Top 10 Things Not to Say to a Preemie Parent
- You’re lucky! You got to meet your baby early!
- Why it’s not helpful:Â No parent feels lucky when their baby is born prematurely. The baby had no What Not to Say to Parents of Preemies concept of an early arrival and was likely content in the womb.
- Your baby was just keen to meet you.
- Why it’s not helpful:Â Babies are What Not to Say to Parents of Preemies usually happy in the womb, receiving nourishment and warmth. They weren’t eager to leave early.
- Oooh, having such a small baby must have made labor easy!
- Why it’s not helpful:Â Premature births What Not to Say to Parents of Preemies often involve emergency situations, which can be traumatic and painful.
- Lucky you!
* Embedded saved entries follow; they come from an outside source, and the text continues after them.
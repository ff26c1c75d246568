// PATCH /api/studios/:studioId/members/:memberId {role} and DELETE: owners change roles or remove members (never the last owner).
import { z } from 'zod';
import { endpoint, json, idParam, readJson } from '~/lib/server/http';
import { requireRole } from '~/lib/server/authz';
import { changeMember } from '~/lib/server/members';
import { role } from '~/lib/server/validation';

export const PATCH = endpoint(async ({ params, locals, request }) => {
  const access = await requireRole(locals, idParam(params, 'studioId'), 'owner');
  const body = await readJson(request, z.object({ role }));
  return json({ member: await changeMember(access.studioId, idParam(params, 'memberId'), access.userId, { role: body.role }) });
});

export const DELETE = endpoint(async ({ params, locals }) => {
  const access = await requireRole(locals, idParam(params, 'studioId'), 'owner');
  await changeMember(access.studioId, idParam(params, 'memberId'), access.userId, 'remove');
  return json(null, 204);
});
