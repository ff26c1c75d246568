// The live preview's Web Worker: runs the solver on the preview scene and streams each frame's particles back as
// transferable Float32Arrays while the editor stays responsive. One run at a time; a new 'start' replaces it.
import { parseScene, formatSceneErrors } from '../scene/schema';
import { createSolver, type Solver } from '../sim/solver';
import { previewScene, type PreviewMessage, type PreviewRequest } from './preview';
import type { EditorDoc } from './document';

interface Scope { onmessage: ((e: MessageEvent<PreviewRequest>) => void) | null; postMessage(m: PreviewMessage, transfer?: Transferable[]): void }
const scope = self as unknown as Scope;

let solver: Solver | null = null;
let run = 0;
let paused = false;
let timer: ReturnType<typeof setTimeout> | null = null;

function post(m: PreviewMessage, transfer: Transferable[] = []) { scope.postMessage(m, transfer); }

/** Copies the solver's current particles into fresh arrays and sends them (with the frame's stats and prop poses). */
function sendFrame(s: Solver, stats: ReturnType<Solver['stats']>) {
  const n = s.count;
  const x = new Float32Array(n), y = new Float32Array(n), speed = new Float32Array(n);
  const liquid = s.liquid.slice(0, n);
  x.set(s.x); y.set(s.y);
  const u = s.u, v = s.v;
  for (let i = 0; i < n; i++) speed[i] = Math.hypot(u[i], v[i]);
  post({ type: 'frame', run, frame: s.frame, count: n, x, y, speed, liquid, stats, props: stats.props }, [x.buffer, y.buffer, speed.buffer, liquid.buffer]);
}

/** Steps one frame, sends it, and schedules the next (a macrotask between frames lets pause/start messages in). */
function tick() {
  timer = null;
  const s = solver;
  if (!s || paused) return;
  if (s.frame >= s.scene.timing.endFrame) { post({ type: 'done', run, frame: s.frame }); return; }
  try {
    sendFrame(s, s.stepFrame());
  } catch (e) {
    post({ type: 'error', run, message: (e as Error).message });
    solver = null;
    return;
  }
  timer = setTimeout(tick, 0);
}

function schedule() { if (!timer) timer = setTimeout(tick, 0); }

scope.onmessage = (e) => {
  const m = e.data;
  if (m.type === 'start') {
    run = m.run;
    paused = false;
    solver = null;
    const parsed = parseScene(m.scene);
    if (!parsed.ok) { post({ type: 'error', run, message: formatSceneErrors(parsed.errors) }); return; }
    const coarse = parseScene(previewScene(parsed.scene as EditorDoc, m.factor));
    if (!coarse.ok) { post({ type: 'error', run, message: formatSceneErrors(coarse.errors) }); return; }
    try {
      solver = createSolver(coarse.scene);
    } catch (err) {
      post({ type: 'error', run, message: (err as Error).message });
      return;
    }
    post({ type: 'started', run, cells: { nx: solver.grid.nx - 2, ny: solver.grid.ny - 2 }, cellSize: solver.grid.cellSize, capacity: solver.capacity });
    sendFrame(solver, solver.stats());
    schedule();
  } else if (m.type === 'pause' && m.run === run) {
    paused = true;
  } else if (m.type === 'resume' && m.run === run) {
    paused = false;
    schedule();
  } else if (m.type === 'stop') {
    solver = null;
  }
};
You’ve got less baby weight to lose!
- Why it’s not helpful:Â Weight loss is the last thing on a preemie parent’s mind. The stress of the situation often leads What Not to Say to Parents of Preemies to weight loss naturally.
- Well, at least with the baby in hospital, you get a good night’s sleep!
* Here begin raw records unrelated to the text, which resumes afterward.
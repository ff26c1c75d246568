// Matte tracing: a black-and-white image (white = solid) or a painted mask becomes one polygon. Marching squares over
// the pixel centres (Lorensen & Cline 1987, the 2D case) gives closed outlines; the largest is simplified with
// Ramer–Douglas–Peucker (Douglas & Peucker 1973) to at most `maxPoints` points, then placed in tank metres.
import type { RgbaImage } from './png';
import { polygonSignedArea } from '../scene/shapes';
import type { Vec } from './geometry';

/** A binary mask: `data[y·width + x]` is 1 inside, 0 outside; rows from the top. */
export interface Mask { width: number; height: number; data: Uint8Array }

/** Inside where the pixel is light and opaque: luminance (Rec. 709 weights) × alpha ≥ ½; `invert` swaps the sides. */
export function maskFromImage(img: RgbaImage, invert = false): Mask {
  const data = new Uint8Array(img.width * img.height);
  for (let i = 0; i < data.length; i++) {
    const r = img.data[i * 4], g = img.data[i * 4 + 1], b = img.data[i * 4 + 2], a = img.data[i * 4 + 3];
    const lum = ((0.2126 * r + 0.7152 * g + 0.0722 * b) / 255) * (a / 255);
    data[i] = (lum >= 0.5) !== invert ? 1 : 0;
  }
  return { width: img.width, height: img.height, data };
}

/**
 * Closed outlines of the mask in pixel coordinates (x right, y down; pixel (i, j) covers [i, i+1] × [j, j+1], its
 * centre at (i + ½, j + ½)). Each crossing sits halfway between an inside and an outside pixel centre.
 */
export function traceOutlines(mask: Mask): Vec[][] {
  const { width: W, height: H, data } = mask;
  const at = (i: number, j: number) => (i < 0 || j < 0 || i >= W || j >= H ? 0 : data[j * W + i]);
  // Crossing ids: horizontal edge between samples (i, j)–(i+1, j) → 2·(j·(W+2)+i); vertical (i, j)–(i, j+1) → +1.
  const stride = W + 2;
  const hEdge = (i: number, j: number) => 2 * ((j + 1) * stride + (i + 1));
  const vEdge = (i: number, j: number) => 2 * ((j + 1) * stride + (i + 1)) + 1;
  const links = new Map<number, number[]>();
  const link = (a: number, b: number) => {
    (links.get(a) ?? links.set(a, []).get(a)!).push(b);
    (links.get(b) ?? links.set(b, []).get(b)!).push(a);
  };
  // Cells between sample rows/columns −1 … W−1 / H−1 (a one-sample border of outside closes every outline).
  for (let j = -1; j < H; j++) {
    for (let i = -1; i < W; i++) {
      const tl = at(i, j), tr = at(i + 1, j), br = at(i + 1, j + 1), bl = at(i, j + 1);
      const code = (tl << 3) | (tr << 2) | (br << 1) | bl;
      if (code === 0 || code === 15) continue;
      const top = hEdge(i, j), bottom = hEdge(i, j + 1), left = vEdge(i, j), right = vEdge(i + 1, j);
      switch (code) {
        case 1: case 14: link(left, bottom); break;
        case 2: case 13: link(bottom, right); break;
        case 3: case 12: link(left, right); break;
        case 4: case 11: link(top, right); break;
        case 6: case 9: link(top, bottom); break;
        case 7: case 8: link(left, top); break;
        // saddles: the two inside corners stay apart (4-connected inside)
        case 5: link(top, right); link(left, bottom); break;
        case 10: link(left, top); link(bottom, right); break;
      }
    }
  }
  const position = (id: number): Vec => {
    const cell = id >> 1, i = (cell % stride) - 1, j = Math.floor(cell / stride) - 1;
    // sample (i, j) is the centre of pixel (i, j): (i + ½, j + ½)
    return id & 1 ? [i + 0.5, j + 1] : [i + 1, j + 0.5];
  };
  const seen = new Set<number>();
  const loops: Vec[][] = [];
  for (const start of links.keys()) {
    if (seen.has(start)) continue;
    const loop: Vec[] = [];
    let prev = -1, cur = start;
    while (!seen.has(cur)) {
      seen.add(cur);
      loop.push(position(cur));
      const next = links.get(cur)!;
      const n = next[0] !== prev ? next[0] : next[1];
      prev = cur; cur = n;
    }
    if (loop.length >= 3) loops.push(loop);
  }
  return loops;
}

/** Perpendicular distance from p to the segment a–b. */
function segmentDistance(p: Vec, a: Vec, b: Vec): number {
  const ex = b[0] - a[0], ey = b[1] - a[1];
  const l2 = ex * ex + ey * ey;
  let t = l2 > 0 ? ((p[0] - a[0]) * ex + (p[1] - a[1]) * ey) / l2 : 0;
  t = Math.max(0, Math.min(1, t));
  return Math.hypot(p[0] - a[0] - t * ex, p[1] - a[1] - t * ey);
}

/** Ramer–Douglas–Peucker on an open polyline; keeps both ends. */
function simplifyOpen(pts: Vec[], tolerance: number): Vec[] {
  if (pts.length < 3) return pts;
  const keep = new Uint8Array(pts.length);
  keep[0] = keep[pts.length - 1] = 1;
  const stack: [number, number][] = [[0, pts.length - 1]];
  while (stack.length) {
    const [a, b] = stack.pop()!;
    let worst = -1, worstD = tolerance;
    for (let k = a + 1; k < b; k++) {
      const d = segmentDistance(pts[k], pts[a], pts[b]);
      if (d > worstD) { worst = k; worstD = d; }
    }
    if (worst >= 0) { keep[worst] = 1; stack.push([a, worst], [worst, b]); }
  }
  return pts.filter((_, k) => keep[k]);
}

/** Simplifies a closed outline to within `tolerance` (same units as the points). */
export function simplifyClosed(loop: Vec[], tolerance: number): Vec[] {
  if (loop.length <= 4) return loop;
  // split at the point farthest from the first, simplify both halves
  let far = 0, farD = -1;
  for (let k = 1; k < loop.length; k++) {
    const d = Math.hypot(loop[k][0] - loop[0][0], loop[k][1] - loop[0][1]);
    if (d > farD) { far = k; farD = d; }
  }
  const first = simplifyOpen(loop.slice(0, far + 1), tolerance);
  const second = simplifyOpen([...loop.slice(far), loop[0]], tolerance);
  return [...first.slice(0, -1), ...second.slice(0, -1)];
}

export interface TraceOptions {
  /** Largest deviation of the simplified outline, in pixels (default 0.6). */
  tolerancePx?: number;
  /** Most points the polygon may have (default 400; the scene allows 1000). */
  maxPoints?: number;
  /** Metres per mask pixel. */
  metresPerPixel: number;
  /** Tank coordinates (m) of the mask's lower-left corner. */
  originX: number;
  originY: number;
}

/** The mask's largest outline as a polygon in tank metres (y up), or null when the mask is empty. */
export function traceMatte(mask: Mask, options: TraceOptions): [number, number][] | null {
  const loops = traceOutlines(mask);
  if (!loops.length) return null;
  let best = loops[0], bestA = 0;
  for (const l of loops) { const a = Math.abs(polygonSignedArea(l)); if (a > bestA) { best = l; bestA = a; } }
  if (bestA <= 0) return null;
  const maxPoints = options.maxPoints ?? 400;
  let tol = options.tolerancePx ?? 0.6;
  let pts = simplifyClosed(best, tol);
  while (pts.length > maxPoints) { tol *= 1.5; pts = simplifyClosed(best, tol); }
  const { metresPerPixel: s, originX, originY } = options;
  const r6 = (v: number) => Math.round(v * 1e6) / 1e6;
  return pts.map((p) => [r6(originX + p[0] * s), r6(originY + (mask.height - p[1]) * s)]);
}
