// A prop's motion as the Inspector edits it: keyed or free, a free prop's density, its speed and spin at the start,
// and an optional release frame (keyed up to it, free after it). Pure functions that return the changed prop (each
// change is one undoable command) and problems in words for the panel — never a field path.
import { PROP_DENSITY_RANGE, type Prop, type Scene } from '../scene/schema';

/** Density (kg/m³) a prop gets when first made free: floats about half under the surface (a light wood). */
export const FIRST_FREE_DENSITY = 500;

/** Density every liquid of a scene shares (kg/m³): water. */
export const LIQUID_DENSITY = 1000;

/**
 * The prop with `motion` set. Making a prop free gives it FIRST_FREE_DENSITY when it has no density yet; making it
 * keyed keeps density, speed, spin and release frame (the scene allows them on a keyed prop and ignores them), so
 * switching back and forth loses nothing.
 */
export function withMotion(prop: Prop, motion: Prop['motion']): Prop {
  if (motion === prop.motion) return prop;
  if (motion === 'keyed') return { ...prop, motion };
  return { ...prop, motion, density: prop.density ?? FIRST_FREE_DENSITY };
}

/** The prop with density `density` kg/m³. */
export function withDensity(prop: Prop, density: number): Prop {
  return { ...prop, density };
}

/**
 * The prop with a release frame (keyed up to it, free after it) or none (free from the first frame with its start
 * speed and spin). With a release frame the prop leaves with the speed its keys give it there, so its own start
 * speed and spin are dropped (the scene refuses both at once).
 */
export function withRelease(prop: Prop, releaseFrame: number | null): Prop {
  const { releaseFrame: _old, velocity, spin, ...rest } = prop;
  if (releaseFrame === null) return { ...rest, ...(velocity ? { velocity } : {}), ...(spin !== undefined ? { spin } : {}) };
  return { ...rest, releaseFrame };
}

/** The prop with its start speed (m/s, [across, up]) and spin (deg/s, counter-clockwise); zero values are left out. */
export function withLaunch(prop: Prop, velocity: [number, number], spin: number): Prop {
  const { velocity: _v, spin: _s, ...rest } = prop;
  return {
    ...rest,
    ...(velocity[0] !== 0 || velocity[1] !== 0 ? { velocity } : {}),
    ...(spin !== 0 ? { spin } : {}),
  };
}

const fmt = (n: number) => n.toLocaleString('en-GB');

/** One line on what a free prop of `density` kg/m³ does in the scene's liquids (all share 1000 kg/m³). */
export function densityHint(density: number | undefined): string {
  if (density === undefined || !Number.isFinite(density)) return `Water is ${fmt(LIQUID_DENSITY)} kg/m³: lighter floats, heavier sinks.`;
  // Archimedes: a floating body at rest displaces its own weight, so the share of it under the surface is ρ / ρ_liquid.
  if (density < LIQUID_DENSITY) return `Floats: at rest about ${Math.round((100 * density) / LIQUID_DENSITY)} % of it sits under the surface (water is ${fmt(LIQUID_DENSITY)} kg/m³).`;
  if (density === LIQUID_DENSITY) return `As dense as water (${fmt(LIQUID_DENSITY)} kg/m³): it neither floats up nor sinks.`;
  return `Sinks: heavier than water (${fmt(LIQUID_DENSITY)} kg/m³).`;
}

/** What is wrong with the prop's motion, in words for the Inspector (empty: nothing). */
export function motionProblems(prop: Prop, timing: Scene['timing']): string[] {
  const out: string[] = [];
  if (prop.motion === 'keyed') {
    if (prop.keys.length === 0) out.push('A keyed prop needs at least one key.');
    return out;
  }
  const { min, max } = PROP_DENSITY_RANGE;
  if (prop.density === undefined) out.push('A free prop needs a density.');
  else if (!(prop.density >= min && prop.density <= max)) out.push(`Density must be between ${fmt(min)} and ${fmt(max)} kg/m³.`);
  if (prop.releaseFrame !== undefined) {
    if (prop.keys.length === 0) out.push('Key the prop at least once: it follows its keys until the release frame.');
    if (prop.releaseFrame < timing.startFrame || prop.releaseFrame > timing.endFrame) {
      out.push(`The release frame must be within the scene's frames, ${timing.startFrame} to ${timing.endFrame}.`);
    }
    if (prop.velocity !== undefined || prop.spin !== undefined) {
      out.push('With a release frame the prop leaves with the speed its keys give it: clear the start speed and spin.');
    }
  }
  return out;
}
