// The live preview's pure side: the preview scene (the same scene on a coarser grid the artist picks) and the
// messages between the editor and its Web Worker.
import type { EditorDoc } from './document';
import type { FrameStats, PropState } from '../sim/solver';

/** Preview resolutions: the bake's cell size times this factor. */
export const PREVIEW_FACTORS = [1, 2, 3, 4] as const;

/**
 * The scene the preview runs: the cell size multiplied by `factor` and the tank rounded to whole preview cells
 * (at least 2 × 2). Particles per cell and everything else are the scene's own.
 */
export function previewScene(doc: EditorDoc, factor: number): EditorDoc {
  const h = doc.tank.cellSize * Math.max(1, factor);
  const whole = (len: number) => Number((Math.max(2, Math.round(len / h)) * h).toFixed(10));
  return { ...doc, tank: { ...doc.tank, cellSize: h, width: whole(doc.tank.width), height: whole(doc.tank.height) } };
}

/** Editor → worker. */
export type PreviewRequest =
  | { type: 'start'; run: number; scene: unknown; factor: number }
  | { type: 'pause'; run: number }
  | { type: 'resume'; run: number }
  | { type: 'stop' };

/** Worker → editor. Arrays are transferred (the worker keeps none of them). */
export type PreviewMessage =
  | { type: 'started'; run: number; cells: { nx: number; ny: number }; cellSize: number; capacity: number }
  | {
      type: 'frame'; run: number; frame: number; count: number;
      /** Positions (m) and speeds (m/s), length `count`. */
      x: Float32Array; y: Float32Array; speed: Float32Array;
      /** Liquid of each particle (index into the scene's liquids), length `count`. */
      liquid: Uint8Array;
      stats: FrameStats;
      /** Every prop's pose and velocity at this frame (centroid in tank m, angle in degrees), keyed or free. */
      props: PropState[];
    }
  | { type: 'done'; run: number; frame: number }
  | { type: 'error'; run: number; message: string };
- Why it’s not helpful:Â Preemie parents What Not to Say to Parents of Preemies are often up all night expressing milk, preparing supplies, and worrying about their baby.
- With those nurses around, you’re getting far more support than most Mums.
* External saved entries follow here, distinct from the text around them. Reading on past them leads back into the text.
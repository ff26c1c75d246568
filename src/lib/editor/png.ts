// A small PNG reader for matte images (W3C PNG Specification, 2nd ed.: chunks, zlib stream, per-row filters 0–4).
// Non-interlaced images of any colour type; 1–16 bits per sample. Returns 8-bit RGBA. Pure TS (fflate for inflate),
// so the same code reads a matte in the browser and in Node tests.
import { unzlibSync } from 'fflate';

export interface RgbaImage { width: number; height: number; data: Uint8Array }

export class PngError extends Error { override name = 'PngError'; }

const SIGNATURE = [137, 80, 78, 71, 13, 10, 26, 10];

/** Decodes PNG bytes into RGBA (8 bits a channel, not premultiplied, rows from the top). Throws PngError. */
export function decodePng(bytes: Uint8Array): RgbaImage {
  if (bytes.length < 8 || SIGNATURE.some((b, i) => bytes[i] !== b)) throw new PngError('not a PNG file');
  const view = new DataView(bytes.buffer, bytes.byteOffset, bytes.byteLength);
  let pos = 8, width = 0, height = 0, depth = 0, colour = 0, interlace = 0;
  let palette: Uint8Array | null = null, trns: Uint8Array | null = null;
  const idat: Uint8Array[] = [];
  while (pos + 8 <= bytes.length) {
    const len = view.getUint32(pos);
    const type = String.fromCharCode(bytes[pos + 4], bytes[pos + 5], bytes[pos + 6], bytes[pos + 7]);
    const data = bytes.subarray(pos + 8, pos + 8 + len);
    if (type === 'IHDR') {
      width = view.getUint32(pos + 8); height = view.getUint32(pos + 12);
      depth = bytes[pos + 16]; colour = bytes[pos + 17]; interlace = bytes[pos + 20];
    } else if (type === 'PLTE') palette = data;
    else if (type === 'tRNS') trns = data;
    else if (type === 'IDAT') idat.push(data);
    else if (type === 'IEND') break;
    pos += 12 + len;
  }
  if (!width || !height) throw new PngError('PNG has no image header');
  if (width * height > 64_000_000) throw new PngError('PNG is too large for a matte');
  if (interlace) throw new PngError('interlaced PNGs are not supported: save the matte without interlacing');
  const channels = ({ 0: 1, 2: 3, 3: 1, 4: 2, 6: 4 } as Record<number, number>)[colour];
  if (!channels) throw new PngError(`unknown PNG colour type ${colour}`);
  const total = idat.reduce((n, c) => n + c.length, 0);
  const joined = new Uint8Array(total);
  let o = 0;
  for (const c of idat) { joined.set(c, o); o += c.length; }
  let raw: Uint8Array;
  try { raw = unzlibSync(joined); } catch { throw new PngError('PNG image data is damaged'); }

  const bitsPerPixel = channels * depth;
  const stride = Math.ceil((width * bitsPerPixel) / 8);
  const bpp = Math.max(1, bitsPerPixel >> 3); // bytes per complete pixel for the filters
  if (raw.length < (stride + 1) * height) throw new PngError('PNG image data is too short');
  const rows = new Uint8Array(stride * height);
  const prev = new Uint8Array(stride);
  for (let y = 0; y < height; y++) {
    const filter = raw[y * (stride + 1)];
    const line = raw.subarray(y * (stride + 1) + 1, (y + 1) * (stride + 1));
    const out = rows.subarray(y * stride, (y + 1) * stride);
    for (let i = 0; i < stride; i++) {
      const a = i >= bpp ? out[i - bpp] : 0, b = prev[i], c = i >= bpp ? prev[i - bpp] : 0;
      let v = line[i];
      switch (filter) {
        case 0: break;
        case 1: v += a; break;
        case 2: v += b; break;
        case 3: v += (a + b) >> 1; break;
        case 4: { // Paeth predictor
          const p = a + b - c, pa = Math.abs(p - a), pb = Math.abs(p - b), pc = Math.abs(p - c);
          v += pa <= pb && pa <= pc ? a : pb <= pc ? b : c;
          break;
        }
        default: throw new PngError(`unknown PNG row filter ${filter}`);
      }
      out[i] = v & 255;
    }
    prev.set(out);
  }

  // Samples → RGBA.
  const sample = (row: number, index: number): number => {
    const base = row * stride;
    if (depth === 8) return rows[base + index];
    if (depth === 16) return rows[base + index * 2];
    const perByte = 8 / depth;
    const byte = rows[base + Math.floor(index / perByte)];
    const shift = 8 - depth * ((index % perByte) + 1);
    const v = (byte >> shift) & ((1 << depth) - 1);
    return colour === 3 ? v : Math.round((v * 255) / ((1 << depth) - 1));
  };
  const data = new Uint8Array(width * height * 4);
  for (let y = 0; y < height; y++) {
    for (let x = 0; x < width; x++) {
      const d = (y * width + x) * 4;
      if (colour === 0 || colour === 4) {
        const g = sample(y, x * channels);
        data[d] = data[d + 1] = data[d + 2] = g;
        data[d + 3] = colour === 4 ? sample(y, x * channels + 1) : 255;
      } else if (colour === 2 || colour === 6) {
        data[d] = sample(y, x * channels); data[d + 1] = sample(y, x * channels + 1); data[d + 2] = sample(y, x * channels + 2);
        data[d + 3] = colour === 6 ? sample(y, x * channels + 3) : 255;
      } else {
        const k = sample(y, x);
        if (!palette || k * 3 + 2 >= palette.length) throw new PngError('PNG palette index out of range');
        data[d] = palette[k * 3]; data[d + 1] = palette[k * 3 + 1]; data[d + 2] = palette[k * 3 + 2];
        data[d + 3] = trns && k < trns.length ? trns[k] : 255;
      }
    }
  }
  return { width, height, data };
}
- Why it’s not helpful:Â Nurses are a fantastic support, but parents are still the primary caregivers and want to be involved What Not to Say to Parents of Preemies in their baby’s care.
- But tiny babies are so cute!
- Why it’s not helpful:Â While tiny babies can be cute, parents are more concerned about their baby’s health and well-being.
- When will the baby be coming home?
- Why it’s not helpful:Â Parents What Not to Say to Parents of Preemies often don’t know when their baby will come home and may not want to discuss it due to the uncertainty and fear of disappointment.
- How are you doing?
- Why it’s not helpful:Â This question can be overwhelming. Offering specific help, like bringing a meal, is more What Not to Say to Parents of Preemies supportive.
- Will he/she be okay?
- Why it’s not helpful:Â This question can be too personal and upsetting. Focus on providing love and support What Not to Say to Parents of Preemies instead.
Additional Insights from Amy, Mother of Eliza
Amy, whose daughter Eliza was born at 27 weeks due to severe pre-eclampsia, shares her experiences and the comments she found challenging:
- She was just so desperate to meet you.
- Why it’s not helpful:Â Eliza What Not to Say to Parents of Preemies was likely happier in the womb, receiving constant nourishment and warmth.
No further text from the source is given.